I popped into the Cambridge Theatre – at last, having lived next door for four years – to see Matilda the Musical. It’s a terrific show, but does it offer parables for this column? A used-car scam perpetrated by Matilda’s father has echoes of the current car finance scandal – and is brought to order far more effectively by comic Bulgarian gangsters than it might have been by the real-life Financial Conduct Authority.

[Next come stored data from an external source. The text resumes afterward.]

def test_absorptivity_table_must_start_with_wavelength(tmp_path):
    text = table_text(["sample", "wavelength_nm", "absorbance"], [["a", 400.0, 0.1]])
    with pytest.raises(FileFormatError,
                       match=r"^eps\.csv, line 1: first column is 'sample'; an absorptivity "
                             r"table starts with wavelength_nm"):
        read_absorptivity_table(write_text(tmp_path / "eps.csv", text))


def test_absorptivity_table_must_be_complete(tmp_path):
    text = "wavelength_nm,red,blue\n400,100,200\n410,,210\n"
    with pytest.raises(InputError, match=r"^eps\.csv: component 'red' has no value at 410 nm; "
                                         r"an absorptivity table must be complete$"):
        read_absorptivity_table(write_text(tmp_path / "eps.csv", text))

As to politics, the horrible headmistress Miss Trunchbull instantly recalled Donald Trump but I fear goody-goody Matilda herself may grow up to be a Kamala Harris. For me the brightest hope was Bruce Bogtrotter, the plump kid (played by Adam Hussain) whom Trunchbull forces to eat a huge chocolate cake. When he launched the finale by climbing on his desk to belt out ‘Revolting Children’, I thought: America must find its next-generation President Bogtrotter.

Pedicab menace

On leaving the theatre, we might – if we’d been foolish – have taken a rip-off sightseeing ride in one of those pink-lit pedicabs that most of my neighbours regard as a dangerous public nuisance. Legislation has belatedly given Transport for London powers to regulate these rickety contraptions and their unidentifiable riders; an online consultation closes on 7 March, so do have your say. On the plus side, they’re non-polluting and add colour to the West End scene. On the negative, they’re anarchic and unsafe, they blast out bad music, they’re probably gang-mastered by bad people and there have been reports of assaults on residents who take issue with them.

They’re also busy, a local source tells me, ‘ferrying customers to pop-up brothels’ – to which I can attest, having been hailed in Soho from a passing pedicab with a hissed ‘Sir, sir! I have 12 girls for you!’ ‘Twelve?’ I muttered. ‘Who does he think I am, Donald Trump on a Moscow business trip?’